# Home colon screen test



## AprilSun (Nov 24, 2017)

Have you received an at-home test kit to screen for colon cancer? I received one today from my insurance company. This is the same insurance company that had been calling me wanting me to have in-home checkups but I ignored them and blocked their number. You would think they would get the message some time. My doctor takes care of this and I'm not letting some stranger in my house when it's not necessary. I'm not taking their color test either. Do all insurance companies do this?

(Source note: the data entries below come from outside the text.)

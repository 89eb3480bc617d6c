//! What a command takes from its surroundings: who, where, when.

use std::env;
use std::sync::Arc;

use jiff::Timestamp;

use super::exit::UsageError;
use crate::flags::Author;
use crate::system::remove_unfinished;

/// The campaign folder where none is named.
pub const DEFAULT_CAMPAIGN: &str = "radsieve-campaign";

/// The environment variable that names the person for ledgers and masks.
pub const PERSON: &str = "RADSIEVE_PERSON";
/// The environment variable that stops the clock, for runs that are to give the same bytes again.
pub const NOW: &str = "RADSIEVE_NOW";

/// Who decides and exports: RADSIEVE_PERSON, else the login name, else the user's number.
pub fn person() -> String {
    let named = [PERSON, "USER", "LOGNAME"].into_iter().find_map(|name| {
        env::var(name).ok().map(|value| value.trim().to_owned()).filter(|value| !value.is_empty())
    });
    named.unwrap_or_else(|| format!("uid{}", rustix::process::getuid().as_raw()))
}

/// Who writes ledgers, from where.
pub fn author() -> Author {
    let host = rustix::system::uname().nodename().to_string_lossy().into_owned();
    Author { person: person(), host, process: std::process::id() }
}

/// The time: RADSIEVE_NOW (as in `2026-01-31T12:00:00Z`), else the clock.
///
/// # Errors
/// RADSIEVE_NOW is no time.
pub fn now() -> Result<Timestamp, UsageError> {
    match env::var(NOW) {
        Err(_) => Ok(Timestamp::now()),
        Ok(text) => text.trim().parse().map_err(|_| {
            UsageError(format!("{NOW} is {text:?}, which is no time like 2026-01-31T12:00:00Z"))
        }),
    }
}

/// Whether the value of a locale variable names UTF-8 for its characters, in any spelling.
#[cfg(feature = "terminal")]
pub fn is_utf8(locale: &str) -> bool {
    let name = locale.to_ascii_lowercase();
    name.contains("utf-8") || name.contains("utf8")
}

/// Makes a write beyond the limit on file sizes (`ulimit -f`) fail with an error, which is told, in place
/// of ending the program.
pub fn outlive_the_limit_on_file_sizes() {
    // A handler that does nothing but set a flag; without it all is as it was.
    let _ = signal_hook::flag::register(signal_hook::consts::SIGXFSZ, Arc::default());
}

/// Ends the program on a signal as it would have ended, but removes what is half written before.
pub fn leave_nothing_half_written() {
    use signal_hook::consts::{SIGHUP, SIGINT, SIGTERM};
    use signal_hook::iterator::Signals;
    // One that whoever started the program wants ignored (`nohup`, `&` in a script) stays ignored.
    let ignored = ignored_signals();
    let heard = [SIGHUP, SIGINT, SIGTERM].into_iter().filter(|signal| !ignored.contains(signal));
    // Where the signals cannot be heard, they end the program all the same.
    let Ok(mut signals) = Signals::new(heard) else { return };
    std::thread::spawn(move || {
        for signal in signals.forever() {
            remove_unfinished();
            let _ = signal_hook::low_level::emulate_default_handler(signal);
        }
    });
}

/// The signals that this program was started to ignore; none where the system does not tell.
fn ignored_signals() -> Vec<i32> {
    let status = std::fs::read_to_string("/proc/self/status").unwrap_or_default();
    let mask = status.lines().find_map(|line| line.strip_prefix("SigIgn:"));
    let mask = mask.and_then(|mask| u64::from_str_radix(mask.trim(), 16).ok()).unwrap_or(0);
    (1..=64).filter(|signal| mask & (1 << (signal - 1)) != 0).collect()
}

/// Makes HDF5 write without locks. A file is written under a name of its own before it is moved into
/// place, so nobody else writes it; many shared file systems have no locks and would refuse; and a
/// reader that is started meanwhile would inherit the lock.
#[allow(unsafe_code)] // Setting a variable is unsafe beside other threads; see below.
pub fn write_without_file_locks() {
    const LOCKING: &str = "HDF5_USE_FILE_LOCKING";
    if env::var_os(LOCKING).is_none() {
        // SAFETY: called first of all in `main`, when no other thread runs that could read the
        // environment. The library has no other switch that netCDF hands through.
        unsafe { env::set_var(LOCKING, "FALSE") };
    }
}

#[cfg(all(test, feature = "terminal"))]
mod tests {
    #[test]
    fn utf8_is_known_in_its_spellings() {
        for (locale, is) in [
            ("en_GB.UTF-8", true),
            ("C.utf8", true),
            ("C", false),
            ("", false),
            ("de_DE@euro", false),
        ] {
            assert_eq!(super::is_utf8(locale), is, "{locale}");
        }
    }
}
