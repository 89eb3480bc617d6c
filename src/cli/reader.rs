//! The reader process: the only place where the C libraries read, started by the program itself.

use super::Exit;

/// The hidden command's name.
pub const NAME: &str = "reader-process";

/// What was typed.
#[derive(Debug, clap::Args)]
pub struct Arguments {}

/// Runs the command.
pub fn run(_arguments: Arguments) -> anyhow::Result<Exit> {
    anyhow::bail!("reader-process is not part of this version yet")
}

This is getting old and I know I have some time left to change is why I'm asking.


----------



## SeaBreeze (Nov 24, 2017)

I have belonged to Kaiser for decades now, they do send an annual fecal occult test in the mail that is sent back to them for evaluation.  The results are given either by regular mail, email or both, and the test is free.  I would never agree to in home anything unless I was an invalid and housebound, never heard of that.  I think there might be an option to stop having them send it to you, is your doctor affiliated with that insurance company?  All doctors I ever saw (which are few) are Kaiser affiliated.


----------



## Marie5656 (Nov 24, 2017)

*My husband asked his doctor about the cologuard that they advertise on TV> Doc said they were not reliable, and he would not endorse it  Due to my husbands bad arthritis in his sine, he feels he cannot lay down long enough to have the colonoscopy done.  But, last wee we got a home kit from the lab we use, so he is going to do that*


----------



## Warrigal (Nov 24, 2017)

If it is the fecal occult blood test, you don't need anyone to enter your house. You just need to follow certain dietary restrictions for a few days then take a smear of faeces on a wooden stick, which is then sent to a lab for analysis.

This test is designed to err on the side of false positives rather than false negatives, so a positive test needs follow up i.e. colonoscopy. 

There is no point me having this test because of piles that occasionally bleed. My primary carer says I should not bother with this test. My doctor did a sigmoidoscopy in his surgery to confirm the piles. That required no preparation at all and was just a visual examination of the rectum area of the bowel.

However, if there is a history of gut cancer in your family, this screening test is a good idea. Any blood in the faeces does need to be looked at one way or the other.

My hubby has recently been having low haemoglobin scores and gut cancer is common in his family. He has had regular endoscopies and colonoscopies since his brother died 30 years ago from bowel cancer and another brother has had his stomach removed because of a cancer. The doctors take this history very seriously and ordered further tests. First he had a pill camera procedure which failed the first time and had to be repeated. Nothing showed up so a double balloon test was ordered. This showed that because of an hiatus hernia, his stomach was being pushed up into his chest cavity and this was causing some areas of bleeding. The bleeds were cauterised during this test which should solve the problem, at least for now.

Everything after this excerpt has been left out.